* [DATA RECORDS]
↓

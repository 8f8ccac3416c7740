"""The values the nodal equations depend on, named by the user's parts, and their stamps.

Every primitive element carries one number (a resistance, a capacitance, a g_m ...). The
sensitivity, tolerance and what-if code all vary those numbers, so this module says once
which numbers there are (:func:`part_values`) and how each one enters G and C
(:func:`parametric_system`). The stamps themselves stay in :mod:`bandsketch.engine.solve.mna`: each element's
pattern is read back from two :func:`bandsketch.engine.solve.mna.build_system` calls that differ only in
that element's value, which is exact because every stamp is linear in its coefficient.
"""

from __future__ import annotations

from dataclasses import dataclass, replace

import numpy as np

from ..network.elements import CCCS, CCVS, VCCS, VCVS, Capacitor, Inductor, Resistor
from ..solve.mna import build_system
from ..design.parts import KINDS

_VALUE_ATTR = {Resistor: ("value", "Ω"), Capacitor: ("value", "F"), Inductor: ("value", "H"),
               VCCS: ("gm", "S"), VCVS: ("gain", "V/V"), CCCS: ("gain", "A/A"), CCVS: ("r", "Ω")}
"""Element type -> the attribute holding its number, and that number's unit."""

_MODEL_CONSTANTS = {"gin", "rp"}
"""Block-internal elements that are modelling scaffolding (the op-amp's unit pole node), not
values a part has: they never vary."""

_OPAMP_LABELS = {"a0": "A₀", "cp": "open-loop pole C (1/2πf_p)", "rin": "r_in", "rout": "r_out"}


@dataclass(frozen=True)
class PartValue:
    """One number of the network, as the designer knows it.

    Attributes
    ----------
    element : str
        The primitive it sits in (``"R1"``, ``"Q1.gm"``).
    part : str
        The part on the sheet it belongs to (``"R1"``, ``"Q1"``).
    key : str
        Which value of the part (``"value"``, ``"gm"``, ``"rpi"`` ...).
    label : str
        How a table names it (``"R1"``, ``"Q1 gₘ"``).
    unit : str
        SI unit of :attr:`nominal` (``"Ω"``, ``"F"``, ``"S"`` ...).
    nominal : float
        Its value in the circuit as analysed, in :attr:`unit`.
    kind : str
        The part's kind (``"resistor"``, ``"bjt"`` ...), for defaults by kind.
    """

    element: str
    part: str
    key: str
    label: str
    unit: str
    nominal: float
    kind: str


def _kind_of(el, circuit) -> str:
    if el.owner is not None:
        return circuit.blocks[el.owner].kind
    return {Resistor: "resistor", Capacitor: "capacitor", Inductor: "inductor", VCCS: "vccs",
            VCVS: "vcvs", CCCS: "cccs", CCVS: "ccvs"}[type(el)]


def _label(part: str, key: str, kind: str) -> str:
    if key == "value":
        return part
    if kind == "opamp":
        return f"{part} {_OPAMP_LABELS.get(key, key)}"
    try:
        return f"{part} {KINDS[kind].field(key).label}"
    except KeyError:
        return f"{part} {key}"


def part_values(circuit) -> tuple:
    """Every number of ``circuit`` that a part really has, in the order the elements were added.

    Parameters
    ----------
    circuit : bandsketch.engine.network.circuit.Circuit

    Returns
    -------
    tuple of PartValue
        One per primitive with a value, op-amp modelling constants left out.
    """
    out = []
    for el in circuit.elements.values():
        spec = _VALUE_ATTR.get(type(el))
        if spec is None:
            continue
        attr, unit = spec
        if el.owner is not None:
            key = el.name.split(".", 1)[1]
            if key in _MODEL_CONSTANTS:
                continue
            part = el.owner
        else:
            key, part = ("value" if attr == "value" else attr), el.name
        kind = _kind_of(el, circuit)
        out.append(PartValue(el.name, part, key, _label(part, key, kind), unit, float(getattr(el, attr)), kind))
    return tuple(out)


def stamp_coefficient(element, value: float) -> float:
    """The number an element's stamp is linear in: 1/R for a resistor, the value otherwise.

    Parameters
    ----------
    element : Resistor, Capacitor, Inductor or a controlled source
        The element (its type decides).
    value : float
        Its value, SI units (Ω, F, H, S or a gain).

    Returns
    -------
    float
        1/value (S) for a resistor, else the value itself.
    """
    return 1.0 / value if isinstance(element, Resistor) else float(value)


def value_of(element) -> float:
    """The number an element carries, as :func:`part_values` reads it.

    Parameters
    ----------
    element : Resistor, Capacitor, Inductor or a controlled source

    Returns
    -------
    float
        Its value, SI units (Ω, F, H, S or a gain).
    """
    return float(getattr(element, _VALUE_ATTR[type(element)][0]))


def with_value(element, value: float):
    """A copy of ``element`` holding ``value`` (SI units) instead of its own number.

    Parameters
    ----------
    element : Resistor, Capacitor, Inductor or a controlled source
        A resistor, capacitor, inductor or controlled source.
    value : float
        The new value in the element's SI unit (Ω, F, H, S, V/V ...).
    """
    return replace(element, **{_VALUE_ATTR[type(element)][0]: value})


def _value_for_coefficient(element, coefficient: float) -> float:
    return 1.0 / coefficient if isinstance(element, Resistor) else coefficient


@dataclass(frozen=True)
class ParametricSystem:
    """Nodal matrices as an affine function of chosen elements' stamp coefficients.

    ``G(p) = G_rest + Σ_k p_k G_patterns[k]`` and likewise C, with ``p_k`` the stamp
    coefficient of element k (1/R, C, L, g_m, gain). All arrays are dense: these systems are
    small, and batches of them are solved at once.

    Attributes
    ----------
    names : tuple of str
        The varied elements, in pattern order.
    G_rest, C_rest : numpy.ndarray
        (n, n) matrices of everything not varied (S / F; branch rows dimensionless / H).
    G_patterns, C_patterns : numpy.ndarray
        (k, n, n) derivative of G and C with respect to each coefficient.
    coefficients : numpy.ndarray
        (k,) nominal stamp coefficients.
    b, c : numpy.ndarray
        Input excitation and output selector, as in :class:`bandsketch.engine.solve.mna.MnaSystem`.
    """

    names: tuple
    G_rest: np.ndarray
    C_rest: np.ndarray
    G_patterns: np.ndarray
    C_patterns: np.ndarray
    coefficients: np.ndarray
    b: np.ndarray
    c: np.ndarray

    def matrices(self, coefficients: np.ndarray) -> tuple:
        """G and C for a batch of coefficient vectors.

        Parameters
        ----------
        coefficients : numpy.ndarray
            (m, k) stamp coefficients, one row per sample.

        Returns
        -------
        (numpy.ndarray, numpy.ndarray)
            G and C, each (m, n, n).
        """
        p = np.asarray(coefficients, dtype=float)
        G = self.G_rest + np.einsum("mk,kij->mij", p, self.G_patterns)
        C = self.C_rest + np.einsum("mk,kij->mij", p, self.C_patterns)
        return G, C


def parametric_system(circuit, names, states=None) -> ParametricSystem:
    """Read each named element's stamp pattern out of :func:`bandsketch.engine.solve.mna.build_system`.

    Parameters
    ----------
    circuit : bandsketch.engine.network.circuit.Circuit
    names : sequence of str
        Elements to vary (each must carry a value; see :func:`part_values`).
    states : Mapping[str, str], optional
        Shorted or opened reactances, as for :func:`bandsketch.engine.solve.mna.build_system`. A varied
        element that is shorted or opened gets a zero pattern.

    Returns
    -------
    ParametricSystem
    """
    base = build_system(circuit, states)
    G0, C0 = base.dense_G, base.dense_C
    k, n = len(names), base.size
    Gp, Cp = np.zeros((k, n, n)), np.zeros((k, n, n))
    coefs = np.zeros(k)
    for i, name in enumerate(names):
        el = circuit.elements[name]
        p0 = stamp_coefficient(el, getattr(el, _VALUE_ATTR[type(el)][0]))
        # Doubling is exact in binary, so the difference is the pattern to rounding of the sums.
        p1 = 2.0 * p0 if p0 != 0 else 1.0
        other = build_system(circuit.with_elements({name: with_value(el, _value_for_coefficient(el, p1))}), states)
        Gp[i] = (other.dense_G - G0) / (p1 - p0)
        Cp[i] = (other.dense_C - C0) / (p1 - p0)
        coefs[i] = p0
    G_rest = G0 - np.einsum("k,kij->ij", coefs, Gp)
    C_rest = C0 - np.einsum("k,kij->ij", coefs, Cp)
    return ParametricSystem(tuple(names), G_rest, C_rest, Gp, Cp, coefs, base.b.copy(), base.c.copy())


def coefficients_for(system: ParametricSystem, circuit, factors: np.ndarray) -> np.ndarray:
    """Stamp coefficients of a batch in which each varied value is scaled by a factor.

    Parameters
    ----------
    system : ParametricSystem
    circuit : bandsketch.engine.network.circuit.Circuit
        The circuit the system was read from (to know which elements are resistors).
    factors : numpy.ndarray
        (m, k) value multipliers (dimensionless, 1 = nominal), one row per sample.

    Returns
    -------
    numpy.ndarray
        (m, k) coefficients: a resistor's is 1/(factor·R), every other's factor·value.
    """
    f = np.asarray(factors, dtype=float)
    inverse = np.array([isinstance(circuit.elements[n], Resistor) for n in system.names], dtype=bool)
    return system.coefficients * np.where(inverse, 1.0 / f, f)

↑
↓

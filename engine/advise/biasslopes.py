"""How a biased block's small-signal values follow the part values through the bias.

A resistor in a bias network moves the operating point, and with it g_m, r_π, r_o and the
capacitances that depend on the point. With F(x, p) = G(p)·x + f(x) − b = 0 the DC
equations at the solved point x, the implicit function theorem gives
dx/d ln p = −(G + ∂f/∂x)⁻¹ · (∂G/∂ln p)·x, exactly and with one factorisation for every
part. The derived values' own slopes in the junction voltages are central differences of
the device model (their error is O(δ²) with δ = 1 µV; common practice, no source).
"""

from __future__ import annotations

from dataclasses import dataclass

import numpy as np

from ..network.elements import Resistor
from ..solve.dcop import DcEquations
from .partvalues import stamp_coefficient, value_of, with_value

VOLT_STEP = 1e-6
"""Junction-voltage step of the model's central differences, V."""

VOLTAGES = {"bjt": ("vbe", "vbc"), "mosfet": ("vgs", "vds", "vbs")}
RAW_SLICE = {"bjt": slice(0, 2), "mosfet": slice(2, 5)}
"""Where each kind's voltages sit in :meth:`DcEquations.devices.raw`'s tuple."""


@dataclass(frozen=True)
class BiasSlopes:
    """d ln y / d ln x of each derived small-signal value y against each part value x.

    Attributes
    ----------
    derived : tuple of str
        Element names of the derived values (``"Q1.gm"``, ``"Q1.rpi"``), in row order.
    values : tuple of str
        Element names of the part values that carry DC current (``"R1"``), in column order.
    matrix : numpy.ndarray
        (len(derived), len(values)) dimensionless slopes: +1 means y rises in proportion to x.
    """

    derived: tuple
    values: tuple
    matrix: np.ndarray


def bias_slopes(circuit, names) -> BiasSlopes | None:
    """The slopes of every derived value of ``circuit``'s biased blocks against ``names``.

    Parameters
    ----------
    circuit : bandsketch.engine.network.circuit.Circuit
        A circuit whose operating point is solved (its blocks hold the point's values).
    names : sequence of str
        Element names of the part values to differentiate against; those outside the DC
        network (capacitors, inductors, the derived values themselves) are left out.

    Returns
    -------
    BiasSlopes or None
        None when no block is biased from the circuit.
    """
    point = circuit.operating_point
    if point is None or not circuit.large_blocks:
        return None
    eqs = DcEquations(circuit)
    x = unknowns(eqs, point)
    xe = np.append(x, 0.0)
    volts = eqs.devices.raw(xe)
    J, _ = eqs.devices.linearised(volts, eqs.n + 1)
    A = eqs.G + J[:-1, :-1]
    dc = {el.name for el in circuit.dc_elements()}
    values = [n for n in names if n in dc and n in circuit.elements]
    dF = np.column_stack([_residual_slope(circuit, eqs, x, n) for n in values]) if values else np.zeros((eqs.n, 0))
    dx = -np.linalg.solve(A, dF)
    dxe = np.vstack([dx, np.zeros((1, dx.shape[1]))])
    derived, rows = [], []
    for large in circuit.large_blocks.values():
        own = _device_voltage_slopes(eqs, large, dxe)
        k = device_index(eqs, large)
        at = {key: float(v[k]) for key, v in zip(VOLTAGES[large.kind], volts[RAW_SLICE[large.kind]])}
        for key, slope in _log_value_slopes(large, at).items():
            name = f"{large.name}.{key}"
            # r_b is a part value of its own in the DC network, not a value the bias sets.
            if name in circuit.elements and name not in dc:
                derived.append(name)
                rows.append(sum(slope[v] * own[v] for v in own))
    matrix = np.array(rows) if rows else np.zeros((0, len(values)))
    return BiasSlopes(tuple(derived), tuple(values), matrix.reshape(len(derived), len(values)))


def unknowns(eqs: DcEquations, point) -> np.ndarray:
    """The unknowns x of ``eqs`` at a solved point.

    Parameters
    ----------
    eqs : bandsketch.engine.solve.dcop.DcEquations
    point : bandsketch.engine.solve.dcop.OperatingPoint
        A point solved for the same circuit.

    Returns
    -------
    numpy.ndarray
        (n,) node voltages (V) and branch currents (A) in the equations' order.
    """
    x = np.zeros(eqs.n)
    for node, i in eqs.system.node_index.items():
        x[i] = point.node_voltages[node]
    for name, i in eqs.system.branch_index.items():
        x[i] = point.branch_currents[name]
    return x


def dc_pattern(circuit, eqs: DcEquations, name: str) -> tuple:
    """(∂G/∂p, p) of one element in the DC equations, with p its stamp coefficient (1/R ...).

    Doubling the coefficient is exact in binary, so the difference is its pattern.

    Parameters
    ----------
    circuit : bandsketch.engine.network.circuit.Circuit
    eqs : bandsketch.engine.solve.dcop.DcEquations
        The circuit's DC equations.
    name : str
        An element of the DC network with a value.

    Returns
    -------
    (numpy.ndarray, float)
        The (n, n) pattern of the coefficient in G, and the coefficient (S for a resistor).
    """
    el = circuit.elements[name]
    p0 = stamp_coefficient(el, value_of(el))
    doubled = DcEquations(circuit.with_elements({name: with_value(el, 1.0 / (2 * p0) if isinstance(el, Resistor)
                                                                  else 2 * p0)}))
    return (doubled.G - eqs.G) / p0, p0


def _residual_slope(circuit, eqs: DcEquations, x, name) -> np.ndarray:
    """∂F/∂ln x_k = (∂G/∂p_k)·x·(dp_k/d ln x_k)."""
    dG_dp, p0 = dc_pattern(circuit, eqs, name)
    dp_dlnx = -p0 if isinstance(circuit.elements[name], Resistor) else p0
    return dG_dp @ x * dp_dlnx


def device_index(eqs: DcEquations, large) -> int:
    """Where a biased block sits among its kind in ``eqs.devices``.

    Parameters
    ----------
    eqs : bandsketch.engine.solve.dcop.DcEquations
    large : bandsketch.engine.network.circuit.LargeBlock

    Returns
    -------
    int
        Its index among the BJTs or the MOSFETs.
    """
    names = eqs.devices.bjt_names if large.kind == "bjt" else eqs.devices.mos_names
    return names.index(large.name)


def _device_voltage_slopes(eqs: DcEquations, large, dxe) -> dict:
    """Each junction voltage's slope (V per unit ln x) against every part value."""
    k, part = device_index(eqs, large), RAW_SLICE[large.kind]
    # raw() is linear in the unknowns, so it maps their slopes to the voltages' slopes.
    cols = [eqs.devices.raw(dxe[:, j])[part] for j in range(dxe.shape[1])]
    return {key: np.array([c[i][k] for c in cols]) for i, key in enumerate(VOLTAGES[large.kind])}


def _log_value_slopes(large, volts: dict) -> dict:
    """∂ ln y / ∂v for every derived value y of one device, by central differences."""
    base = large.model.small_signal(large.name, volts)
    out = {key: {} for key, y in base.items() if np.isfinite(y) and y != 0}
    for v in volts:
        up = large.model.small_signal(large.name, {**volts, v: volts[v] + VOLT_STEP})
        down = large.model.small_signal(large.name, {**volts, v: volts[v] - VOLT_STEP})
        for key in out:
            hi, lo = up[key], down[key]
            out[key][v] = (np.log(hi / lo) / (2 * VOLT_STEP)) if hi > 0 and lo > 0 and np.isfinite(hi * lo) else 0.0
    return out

↑
↓

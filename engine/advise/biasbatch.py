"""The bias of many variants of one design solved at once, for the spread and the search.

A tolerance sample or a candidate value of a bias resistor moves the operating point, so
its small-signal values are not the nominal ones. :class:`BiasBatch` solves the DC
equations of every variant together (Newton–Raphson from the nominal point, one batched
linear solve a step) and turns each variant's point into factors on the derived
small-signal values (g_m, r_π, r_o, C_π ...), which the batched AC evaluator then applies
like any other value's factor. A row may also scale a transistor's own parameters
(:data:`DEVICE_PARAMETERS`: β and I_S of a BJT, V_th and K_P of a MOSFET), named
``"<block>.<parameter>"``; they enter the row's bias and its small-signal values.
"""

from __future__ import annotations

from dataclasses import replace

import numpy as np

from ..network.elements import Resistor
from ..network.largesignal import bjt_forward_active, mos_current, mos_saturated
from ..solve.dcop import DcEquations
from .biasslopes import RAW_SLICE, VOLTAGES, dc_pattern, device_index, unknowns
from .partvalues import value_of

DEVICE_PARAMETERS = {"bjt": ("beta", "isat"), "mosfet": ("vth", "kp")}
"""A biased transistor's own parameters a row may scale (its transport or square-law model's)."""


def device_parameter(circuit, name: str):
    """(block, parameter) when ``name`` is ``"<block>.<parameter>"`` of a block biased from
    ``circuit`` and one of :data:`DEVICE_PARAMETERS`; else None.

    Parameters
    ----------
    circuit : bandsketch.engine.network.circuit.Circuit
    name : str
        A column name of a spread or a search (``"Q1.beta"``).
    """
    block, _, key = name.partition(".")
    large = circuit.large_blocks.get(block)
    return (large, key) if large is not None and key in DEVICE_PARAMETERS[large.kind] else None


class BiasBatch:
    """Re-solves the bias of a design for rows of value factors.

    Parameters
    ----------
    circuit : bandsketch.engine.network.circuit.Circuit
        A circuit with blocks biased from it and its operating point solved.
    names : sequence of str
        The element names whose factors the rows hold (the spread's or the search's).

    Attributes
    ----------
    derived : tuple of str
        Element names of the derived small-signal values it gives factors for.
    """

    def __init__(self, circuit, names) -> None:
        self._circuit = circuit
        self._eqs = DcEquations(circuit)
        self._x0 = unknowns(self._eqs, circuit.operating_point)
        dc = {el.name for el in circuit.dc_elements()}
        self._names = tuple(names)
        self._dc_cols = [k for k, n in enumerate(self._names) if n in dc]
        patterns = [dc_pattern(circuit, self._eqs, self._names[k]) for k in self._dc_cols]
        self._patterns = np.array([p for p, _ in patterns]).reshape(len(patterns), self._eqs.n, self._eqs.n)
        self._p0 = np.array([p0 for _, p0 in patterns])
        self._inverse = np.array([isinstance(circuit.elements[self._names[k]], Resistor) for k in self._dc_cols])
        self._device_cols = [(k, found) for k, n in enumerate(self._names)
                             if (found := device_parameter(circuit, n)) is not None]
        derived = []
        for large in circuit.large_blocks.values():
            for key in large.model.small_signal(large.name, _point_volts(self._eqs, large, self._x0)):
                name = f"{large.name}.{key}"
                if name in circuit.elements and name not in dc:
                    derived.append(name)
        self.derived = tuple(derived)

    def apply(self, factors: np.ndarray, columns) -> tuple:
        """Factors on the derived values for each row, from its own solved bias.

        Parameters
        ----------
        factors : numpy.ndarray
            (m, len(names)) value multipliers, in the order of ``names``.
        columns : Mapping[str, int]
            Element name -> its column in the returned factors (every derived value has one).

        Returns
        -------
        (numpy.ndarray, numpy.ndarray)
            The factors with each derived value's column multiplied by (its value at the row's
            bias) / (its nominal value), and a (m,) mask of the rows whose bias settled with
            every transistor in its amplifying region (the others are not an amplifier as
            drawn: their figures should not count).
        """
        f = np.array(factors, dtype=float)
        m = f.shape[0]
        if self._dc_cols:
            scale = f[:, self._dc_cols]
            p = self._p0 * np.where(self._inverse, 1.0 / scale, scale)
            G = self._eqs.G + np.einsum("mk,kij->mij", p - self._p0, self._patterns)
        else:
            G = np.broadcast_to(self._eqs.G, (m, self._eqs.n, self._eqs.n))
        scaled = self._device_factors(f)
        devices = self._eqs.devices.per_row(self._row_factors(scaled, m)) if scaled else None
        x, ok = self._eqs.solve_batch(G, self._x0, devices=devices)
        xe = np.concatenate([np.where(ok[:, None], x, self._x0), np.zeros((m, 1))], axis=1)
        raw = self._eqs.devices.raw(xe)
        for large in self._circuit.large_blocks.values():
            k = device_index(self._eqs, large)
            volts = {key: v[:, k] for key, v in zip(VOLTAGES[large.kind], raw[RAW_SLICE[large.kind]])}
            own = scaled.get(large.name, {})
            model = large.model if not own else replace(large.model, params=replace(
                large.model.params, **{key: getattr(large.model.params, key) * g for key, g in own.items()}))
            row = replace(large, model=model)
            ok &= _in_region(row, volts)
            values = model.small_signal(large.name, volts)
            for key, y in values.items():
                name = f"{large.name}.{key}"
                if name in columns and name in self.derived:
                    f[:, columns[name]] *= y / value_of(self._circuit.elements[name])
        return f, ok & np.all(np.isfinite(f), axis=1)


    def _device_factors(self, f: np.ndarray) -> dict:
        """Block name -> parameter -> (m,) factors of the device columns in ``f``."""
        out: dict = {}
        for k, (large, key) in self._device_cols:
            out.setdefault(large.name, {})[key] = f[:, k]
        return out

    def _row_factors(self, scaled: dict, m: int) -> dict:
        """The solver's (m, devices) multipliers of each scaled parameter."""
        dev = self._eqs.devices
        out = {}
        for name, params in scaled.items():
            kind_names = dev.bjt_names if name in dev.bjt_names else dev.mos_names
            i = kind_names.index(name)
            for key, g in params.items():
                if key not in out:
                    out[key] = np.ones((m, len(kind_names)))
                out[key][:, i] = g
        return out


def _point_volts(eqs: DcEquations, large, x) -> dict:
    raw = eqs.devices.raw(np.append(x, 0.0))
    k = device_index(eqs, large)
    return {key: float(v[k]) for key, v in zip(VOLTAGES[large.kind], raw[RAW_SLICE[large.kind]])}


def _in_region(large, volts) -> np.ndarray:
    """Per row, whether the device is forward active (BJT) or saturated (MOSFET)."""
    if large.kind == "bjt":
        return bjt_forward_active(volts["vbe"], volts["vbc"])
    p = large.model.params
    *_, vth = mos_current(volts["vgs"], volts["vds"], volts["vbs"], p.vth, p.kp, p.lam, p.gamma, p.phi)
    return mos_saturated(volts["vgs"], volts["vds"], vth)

↑

* [EXERCISE OBJECTIVE] In the listing above, find the line holding "repository 8f8ccac3416c7740" and the line holding "pattern is read", then output those two lines and every line between them exactly.

* [ANSWER BELOW]
repository 8f8ccac3416c7740
"""The values the nodal equations depend on, named by the user's parts, and their stamps.

Every primitive element carries one number (a resistance, a capacitance, a g_m ...). The
sensitivity, tolerance and what-if code all vary those numbers, so this module says once
which numbers there are (:func:`part_values`) and how each one enters G and C
(:func:`parametric_system`). The stamps themselves stay in :mod:`bandsketch.engine.solve.mna`: each element's
pattern is read back from two :func:`bandsketch.engine.solve.mna.build_system` calls that differ only in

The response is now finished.